The Empirical Histogram

There are 147 15-day intervals between January 1 and August 18. Here is the 15-day histogram of these 147 percentage changes:



Figure 1. 15-day percentage changes, IBM, 1/1/99 – 8/18/99.


If the IBM 140 call expires in 15 days and you are interested in the chance this call option will be in the money during the next 15 days,
you would calculate: out of the 147 15-day intervals, 66 showed a closing percentage increase of at least 3.89% sometime during the 15 days, and 66/147 = 44.9%.

What kind of bias might you be introducing if you calculate in this way, and how might you correct for it? IBM has been generally rising since January 1, 1999, so the 15-day percentage increases will be, on average, positive, and
using these 15-day percentage changes is tantamount to assuming that this upward bias will continue, at least for the next 15 days.
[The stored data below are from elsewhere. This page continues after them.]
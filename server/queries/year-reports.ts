import type { z } from "zod";
import type {
  YearReportFigures,
  YearReportFilter,
  YearReportPage,
  YearReportRow,
} from "../../shared/schemas/report";
import { decodeCursor, pageFrom } from "../lib/cursor";
import { row, rows } from "../lib/db";
import { notFound } from "../lib/errors";
import { only } from "../lib/only";
import { isOverdueFinding } from "../lib/overdue";
import { type Actor, abilities, visible } from "../lib/policy";
import { dayPolicy, findingPolicy, yearReportPolicy } from "../policies";
import {
  IN_NOISE_DB,
  isNotAssessed,
  judgesAtEar,
  type YearOfSite,
  yearDays,
  yearGaps,
} from "./gaps";

/** Width of a step of the histogram, dB. */
const STEP_DB = 2;

const verdicts = (line: string, condition = "TRUE") =>
  `json_build_object(${[
    ["under", "under"],
    ["over", "over"],
    ["cantTell", "cant-tell-yet"],
    ["notAssessed", "not-assessed"],
  ]
    .map(
      ([name, verdict]) =>
        `'${name}', count(*) FILTER (WHERE d.${line} = '${verdict}' AND ${condition})`,
    )
    .join(", ")})`;

/** One person over the days `d` that they are grouped by. */
export const PERSON_OF_DAYS = `coalesce(bool_or(d.outside_db > ${IN_NOISE_DB}), FALSE) AS in_noise, bool_and(d.outside_db IS NULL) AS unknown,
         coalesce(bool_or(d.grade IN ('measured-worker', 'measured-group')), FALSE) AS by_group,
         bool_or(d.verdict_outside = 'cant-tell-yet' OR d.verdict_at_ear = 'cant-tell-yet' OR ${isNotAssessed}) AS undecided,
         bool_or(d.verdict_at_ear = 'over') AS over_at_ear,
         EXISTS (SELECT 1 FROM runs m WHERE m.worker_id = d.worker_id AND m.date >= make_date(:year, 1, 1)
           AND m.date <= make_date(:year, 12, 31) AND NOT m.is_void AND NOT m.is_out AND m.task_id IS NULL) AS has_run`;

/** Counts over such persons, for an object. */
export const COUNTS_OF_PERSONS = `'inNoise', count(*) FILTER (WHERE in_noise), 'measured', count(*) FILTER (WHERE in_noise AND has_run),
         'byGroup', count(*) FILTER (WHERE in_noise AND NOT has_run AND by_group),
         'neverMeasured', count(*) FILTER (WHERE in_noise AND NOT has_run AND NOT by_group),
         'undecided', count(*) FILTER (WHERE in_noise AND undecided)`;

type DayFiguresOfYear = Pick<YearReportFigures, "people" | "days" | "histogram" | "findings">;

/** People and days of a site's year, each counted once, and its findings. */
async function countsOf(actor: Actor, { siteId, year }: YearOfSite): Promise<DayFiguresOfYear> {
  const found = await rows<DayFiguresOfYear>(
    `WITH ${yearDays(actor)},
     done AS (SELECT * FROM year_days WHERE result_id IS NOT NULL),
     person AS (
       SELECT d.worker_id, ${PERSON_OF_DAYS}
       FROM done d GROUP BY d.worker_id),
     steps AS (
       SELECT x.from_db, count(*) FILTER (WHERE x.line = 'outside')::int AS outside, count(*) FILTER (WHERE x.line = 'ear')::int AS at_ear
       FROM (SELECT ${STEP_DB} * floor(d.outside_db / ${STEP_DB}) AS from_db, 'outside' AS line FROM done d WHERE d.outside_db IS NOT NULL
         UNION ALL SELECT ${STEP_DB} * floor(d.at_ear_db / ${STEP_DB}), 'ear' FROM done d WHERE d.at_ear_db IS NOT NULL) x GROUP BY 1)
     SELECT (SELECT json_build_object('withDay', count(*), 'levelUnknown', count(*) FILTER (WHERE unknown), ${COUNTS_OF_PERSONS}, 'overAtEar', CASE WHEN (SELECT bool_or(${judgesAtEar}) FROM done d) THEN count(*) FILTER (WHERE in_noise AND over_at_ear) END) FROM person) AS people,
       (SELECT json_build_object('count', count(*), 'outside', ${verdicts("verdict_outside")},
         'atEar', CASE WHEN bool_or(${judgesAtEar}) THEN ${verdicts("verdict_at_ear", judgesAtEar)} END) FROM done d) AS days,
       (SELECT coalesce(json_agg(json_build_object('fromDb', from_db, 'outside', outside, 'atEar', at_ear) ORDER BY from_db), '[]') FROM steps) AS histogram,
       (SELECT json_build_object('opened', count(*) FILTER (WHERE f.first_date >= make_date(:year, 1, 1)), 'closed', count(*) FILTER (WHERE f.state = 'closed'),
         'open', count(*) FILTER (WHERE f.state <> 'closed'), 'overdue', count(*) FILTER (WHERE ${isOverdueFinding("f", "(now() AT TIME ZONE s.time_zone)::date")}))
        FROM findings f JOIN sites s ON s.id = f.site_id WHERE f.site_id = :siteId AND f.first_date <= make_date(:year, 12, 31) AND f.last_date >= make_date(:year, 1, 1)
          AND ${visible(findingPolicy, actor, "f")}) AS findings`,
    { siteId, year },
  );
  return only(found);
}

interface InForce {
  results: string[];
  sha256: string;
}

/** The results in force of a site's year, in order, and the digest of their ids. */
export async function resultsInForce(actor: Actor, { siteId, year }: YearOfSite): Promise<InForce> {
  return only(
    await rows<InForce>(
      `SELECT coalesce(array_agg(x.id ORDER BY x.date, x.worker_id), '{}') AS results,
         encode(sha256(convert_to(coalesce(string_agg(x.id::text, E'\\n' ORDER BY x.date, x.worker_id), ''), 'UTF8')), 'hex') AS sha256
       FROM (SELECT d.current_result_id AS id, d.date, d.worker_id FROM days d WHERE d.site_id = :siteId AND d.current_result_id IS NOT NULL
         AND d.date BETWEEN make_date(:year, 1, 1) AND make_date(:year, 12, 31) AND ${visible(dayPolicy, actor, "d")}) x`,
      { siteId, year },
    ),
  );
}

type Changes = NonNullable<YearReportFigures["changes"]>;

const parts = (result: string, path: string) => `jsonb_path_query_array(${result}.refs, '${path}')`;
const differ = (...paths: string[]) =>
  paths.map((path) => `${parts("b", path)} IS DISTINCT FROM ${parts("n", path)}`).join(" OR ");

/**
 * What is another result than in a report before, and why, by what the two results rest on. A corrected shift has other tasks,
 * so of its levels and protectors nothing is said; otherwise a day stands under every cause that holds.
 */
async function changesSince(
  actor: Actor,
  { siteId, year }: YearOfSite,
  reportId: string,
): Promise<Omit<Changes, "since">> {
  const found = await rows<Omit<Changes, "since">>(
    `WITH before AS (SELECT r.* FROM year_reports y CROSS JOIN LATERAL unnest(y.results) x(id) JOIN day_results r ON r.id = x.id WHERE y.id = :reportId),
     now AS (SELECT r.* FROM days d JOIN day_results r ON r.id = d.current_result_id WHERE d.site_id = :siteId
       AND d.date BETWEEN make_date(:year, 1, 1) AND make_date(:year, 12, 31) AND ${visible(dayPolicy, actor, "d")}),
     pairs AS (
       SELECT b.id AS before_id, n.id AS now_id,
         b.verdict_outside IS DISTINCT FROM n.verdict_outside OR b.verdict_at_ear IS DISTINCT FROM n.verdict_at_ear AS is_verdict,
         n.verdict_at_ear = 'over' AND b.verdict_at_ear <> 'over' AS now_over, b.verdict_at_ear = 'over' AND n.verdict_at_ear <> 'over' AS no_longer_over,
         ${differ("$.shifts[*].revisionId")} AS corrected,
         ${differ("$.shifts[*].tasks[*].levelId", "$.shifts[*].runRevisionIds[*]")} AS measured,
         ${differ("$.shifts[*].tasks[*].use", "$.shifts[*].tasks[*].zone")} AS protector, ${differ("$.shifts[*].tasks[*].seenFrom", "$.shifts[*].tasks[*].seen")} AS wearing,
         (b.governing_rule_set, b.governing_version, b.method_version, b.refs->'settingsId', b.refs->'mustWear', b.refs->'targetDb')
           IS DISTINCT FROM (n.governing_rule_set, n.governing_version, n.method_version, n.refs->'settingsId', n.refs->'mustWear', n.refs->'targetDb') AS rule
       FROM before b FULL JOIN now n ON n.worker_id = b.worker_id AND n.date = b.date WHERE b.id IS DISTINCT FROM n.id),
     changed AS (SELECT * FROM pairs WHERE before_id IS NOT NULL AND now_id IS NOT NULL),
     causes AS (
       SELECT c.cause, count(*)::int AS days, count(*) FILTER (WHERE is_verdict)::int AS verdict_days,
         count(*) FILTER (WHERE now_over)::int AS now_over, count(*) FILTER (WHERE no_longer_over)::int AS no_longer_over
       FROM changed CROSS JOIN LATERAL (VALUES ('correction', corrected), ('measured-anew', measured AND NOT corrected), ('protector-data', protector AND NOT corrected),
         ('wearing-seen', wearing AND NOT corrected), ('rule', rule), ('other', NOT (corrected OR measured OR protector OR wearing OR rule))) c(cause, holds)
       WHERE c.holds GROUP BY c.cause)
     SELECT (SELECT count(*) FILTER (WHERE before_id IS NULL)::int FROM pairs) AS "newDays", (SELECT count(*) FILTER (WHERE now_id IS NULL)::int FROM pairs) AS "goneDays",
       (SELECT count(*)::int FROM changed) AS "changedDays", (SELECT count(*) FILTER (WHERE is_verdict)::int FROM changed) AS "verdictDays",
       (SELECT coalesce(json_agg(json_build_object('cause', cause, 'days', days, 'verdictDays', verdict_days, 'nowOver', now_over, 'noLongerOver', no_longer_over)
          ORDER BY days DESC, cause), '[]') FROM causes) AS "byCause"`,
    { siteId, year, reportId },
  );
  return only(found);
}

/** What a report of a site's year would state now; `last` is the one before it. */
export async function yearReportFigures(
  actor: Actor,
  asked: YearOfSite,
  last: Pick<YearReportRow, "id" | "number" | "asOf"> | null,
): Promise<YearReportFigures> {
  const counts = await countsOf(actor, asked);
  const { months, counts: gaps, ruleSets } = await yearGaps(actor, asked);
  const changes = last && {
    since: { number: last.number, asOf: last.asOf },
    ...(await changesSince(actor, asked, last.id)),
  };
  return { ...counts, months, gaps, ruleSets, changes };
}

type Found = Omit<YearReportRow, "asOf"> & { asOf: Date };

const SELECT_REPORTS = `SELECT y.id, y.site_id AS "siteId", y.year, y.number, y.as_of AS "asOf", u.name AS "authorName",
    cardinality(y.results) AS "resultsCount", encode(y.results_sha256, 'hex') AS "resultsSha256"
  FROM year_reports y JOIN users u ON u.id = y.author_id`;

const present = ({ asOf, ...report }: Found): YearReportRow => ({
  ...report,
  asOf: asOf.toISOString(),
});

/** Reports issued of a site's year, the latest first. */
export async function listYearReports(
  actor: Actor,
  { siteId, year, cursor, limit }: z.output<typeof YearReportFilter>,
): Promise<z.input<typeof YearReportPage>> {
  const before = decodeCursor(cursor, 1)?.[0];
  const found = await rows<Found>(
    `${SELECT_REPORTS} WHERE y.site_id = :siteId AND y.year = :year AND ${visible(yearReportPolicy, actor, "y")}
     ${before ? "AND y.number < :before" : ""} ORDER BY y.number DESC LIMIT ${limit + 1}`,
    { siteId, year, before },
  );
  return {
    ...pageFrom(found.map(present), limit, ({ number }) => [number]),
    can: abilities(yearReportPolicy, actor, { siteId }),
  };
}

/** @throws AppError not-found */
export async function findYearReport(actor: Actor, id: string): Promise<YearReportRow> {
  const found = await row<Found>(
    `${SELECT_REPORTS} WHERE y.id = :id AND ${visible(yearReportPolicy, actor, "y")}`,
    { id },
  );
  if (!found) throw notFound();
  return present(found);
}

/** The report before the next one. */
export async function lastYearReport({ siteId, year }: YearOfSite): Promise<YearReportRow | null> {
  const found = await row<Found>(
    `${SELECT_REPORTS} WHERE y.site_id = :siteId AND y.year = :year ORDER BY y.number DESC LIMIT 1`,
    { siteId, year },
  );
  return found && present(found);
}

export interface IssuedFigures {
  figures: YearReportFigures;
  seal: { number: number; hash: string } | null;
  organization: string;
  site: string;
  timeZone: string;
}

/** What an issued report states, as it was kept. */
export async function issuedFigures(id: string): Promise<IssuedFigures> {
  return only(
    await rows<IssuedFigures>(
      `SELECT y.figures, CASE WHEN y.seal_number IS NOT NULL THEN json_build_object('number', y.seal_number, 'hash', encode(y.seal_sha256, 'hex')) END AS seal,
         o.name AS organization, s.name AS site, s.time_zone AS "timeZone"
       FROM year_reports y JOIN sites s ON s.id = y.site_id JOIN organizations o ON o.id = y.organization_id WHERE y.id = :id`,
      { id },
    ),
  );
}
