import type { HistoryIssue, HistoryReport } from "../../shared/schemas/history";
import { localDate } from "../../shared/time/zone";
import { rows } from "../lib/db";
import { isoInstant } from "../lib/sql-instant";
import { facedShift } from "./faced-shifts";

export interface ImportedFor {
  instrumentId: string;
  runId: string | null;
  workerId: string | null;
  timeZone: string;
}

/** A history reaches this far beyond a shift before it is asked about: an instrument is put on early and taken off late. */
const BEYOND_MIN = 30;

const told = (
  severity: HistoryIssue["severity"],
  code: string,
  params: HistoryIssue["params"] = {},
): HistoryIssue => ({ line: 0, column: null, code, params, severity });

/** What a file's times say beside what is recorded: another history, a run, the worker's shifts. */
export async function checkAgainstRecords(
  { instrumentId, runId, workerId, timeZone }: ImportedFor,
  { startsAt, endsAt }: Pick<HistoryReport, "startsAt" | "endsAt">,
): Promise<HistoryIssue[]> {
  if (startsAt === null || endsAt === null) return [];
  const issues: HistoryIssue[] = [];
  if (Date.parse(endsAt) > Date.now() + 120_000)
    issues.push(told("refused", "in-the-future", { endsAt }));
  const others = await rows<{ id: string; startsAt: string; endsAt: string; fileName: string }>(
    `SELECT h.id, ${isoInstant("lower(h.span)")} AS "startsAt", ${isoInstant("upper(h.span)")} AS "endsAt", f.name AS "fileName"
     FROM time_histories h JOIN files f ON f.id = h.file_id
     WHERE h.instrument_id = :instrumentId AND NOT h.is_void AND h.span && tstzrange(CAST(:startsAt AS timestamptz), CAST(:endsAt AS timestamptz)) ORDER BY h.span LIMIT 5`,
    { instrumentId, startsAt, endsAt },
  );
  for (const { id, ...other } of others)
    issues.push(told("refused", "overlaps-history", { historyId: id, ...other }));
  if (runId !== null) {
    const [run] = await rows<{
      date: string;
      isOut: boolean;
      isVoid: boolean;
      from: string | null;
      to: string | null;
      historyId: string | null;
    }>(
      `SELECT r.date::text AS date, r.is_out AS "isOut", r.is_void AS "isVoid", ${isoInstant("lower(r.span)")} AS "from", ${isoInstant("upper(r.span)")} AS "to",
         (SELECT h.id FROM time_histories h WHERE h.run_id = r.id AND NOT h.is_void) AS "historyId" FROM runs r WHERE r.id = :runId`,
      { runId },
    );
    if (run?.historyId)
      issues.push(told("refused", "run-has-history", { historyId: run.historyId }));
    if (run?.isOut) issues.push(told("refused", "run-is-out"));
    if (run?.isVoid) issues.push(told("refused", "run-is-void"));
    const toleranceMs = BEYOND_MIN * 60_000;
    const isOutside =
      run?.from && run.to
        ? Date.parse(startsAt) < Date.parse(run.from) - toleranceMs ||
          Date.parse(endsAt) > Date.parse(run.to) + toleranceMs
        : run?.date !== undefined && localDate(new Date(startsAt), timeZone) !== run.date;
    if (isOutside) issues.push(told("asked", "outside-run", { date: run?.date ?? "" }));
  } else {
    const runs = await rows<{ id: string; from: string; to: string }>(
      `SELECT r.id, ${isoInstant("lower(r.span)")} AS "from", coalesce(${isoInstant("upper(r.span)")}, '') AS "to" FROM runs r
       WHERE r.instrument_id = :instrumentId AND NOT r.is_void AND r.span && tstzrange(CAST(:startsAt AS timestamptz), CAST(:endsAt AS timestamptz)) LIMIT 5`,
      { instrumentId, startsAt, endsAt },
    );
    for (const { id, from, to } of runs)
      issues.push(told("refused", "overlaps-run", { runId: id, from, to }));
  }
  if (workerId !== null) issues.push(...(await checkShifts(workerId, startsAt, endsAt, timeZone)));
  return issues;
}

/** Wholly beside the shift that the worker had on that day, or usually has. */
async function checkOutside(
  workerId: string,
  startsAt: string,
  endsAt: string,
  timeZone: string,
): Promise<HistoryIssue[]> {
  const date = localDate(new Date(startsAt), timeZone);
  const shift = await facedShift({ workerId, date, span: { from: startsAt, to: endsAt } });
  return shift?.insideMin === 0
    ? [told("asked", "outside-shift", { from: shift.from, to: shift.to })]
    : [];
}

async function checkShifts(
  workerId: string,
  startsAt: string,
  endsAt: string,
  timeZone: string,
): Promise<HistoryIssue[]> {
  const shifts = await rows<{ startsAt: string; endsAt: string }>(
    `SELECT ${isoInstant("starts_at")} AS "startsAt", ${isoInstant("ends_at")} AS "endsAt" FROM shifts
     WHERE worker_id = :workerId AND NOT is_void AND starts_at < CAST(:endsAt AS timestamptz) AND ends_at > CAST(:startsAt AS timestamptz) ORDER BY starts_at`,
    { workerId, startsAt, endsAt },
  );
  const [first] = shifts;
  const last = shifts.at(-1);
  if (!first || !last) return checkOutside(workerId, startsAt, endsAt, timeZone);
  if (shifts.length > 1) return [told("asked", "spans-shifts", { count: shifts.length })];
  const beforeMin = (Date.parse(first.startsAt) - Date.parse(startsAt)) / 60_000;
  const afterMin = (Date.parse(endsAt) - Date.parse(last.endsAt)) / 60_000;
  // Worn on into another's shift: the levels after the end are somebody else's.
  return beforeMin > BEYOND_MIN || afterMin > BEYOND_MIN
    ? [
        told("asked", "beyond-shift", {
          startsAt: first.startsAt,
          endsAt: last.endsAt,
          beforeMin: Math.max(0, beforeMin),
          afterMin: Math.max(0, afterMin),
        }),
      ]
    : [];
}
You may not believe that IBM will continue its upward climb, or you may wish to adopt a neutral position. If you look at the lower tail of this histogram and find the number of days in which IBM declined in the following 15-day period, you will find that to be 30, which leads you to a estimate of 30/147 = 20.4% as the chance IBM will decline by at least 3.89% before expiration. This is considerably smaller than the 44.9% chance we derived as the estimate that IBM would rise by at least 3.89%, reflecting the bias of the histogram towards the upside.

These two chances, 44.9% and 20.4%, should be about equal under a neutral market, so a natural way to adjust your probability estimate would be to average the two probabilities: (44.9%+20.4%)/2 = 32.7%. This 32.7% is now truly an off-the-cuff estimate, but you can see that it is more reasonable than the 44.9% estimate.

A longer history would also give a better estimate, assuming that the behavior of IBM prices has not changed. The point to understand is that the number you finally adopt as a probability is truly an estimate of future behavior. The only way to check its validity is to check the policy you use in its derivation, and to check it over a long enough history.

The histogram derived from the actual data is called the empirical histogram, as it is derived from empirical data. In some ways, it is the ultimate resource, but you have to use it with discretion.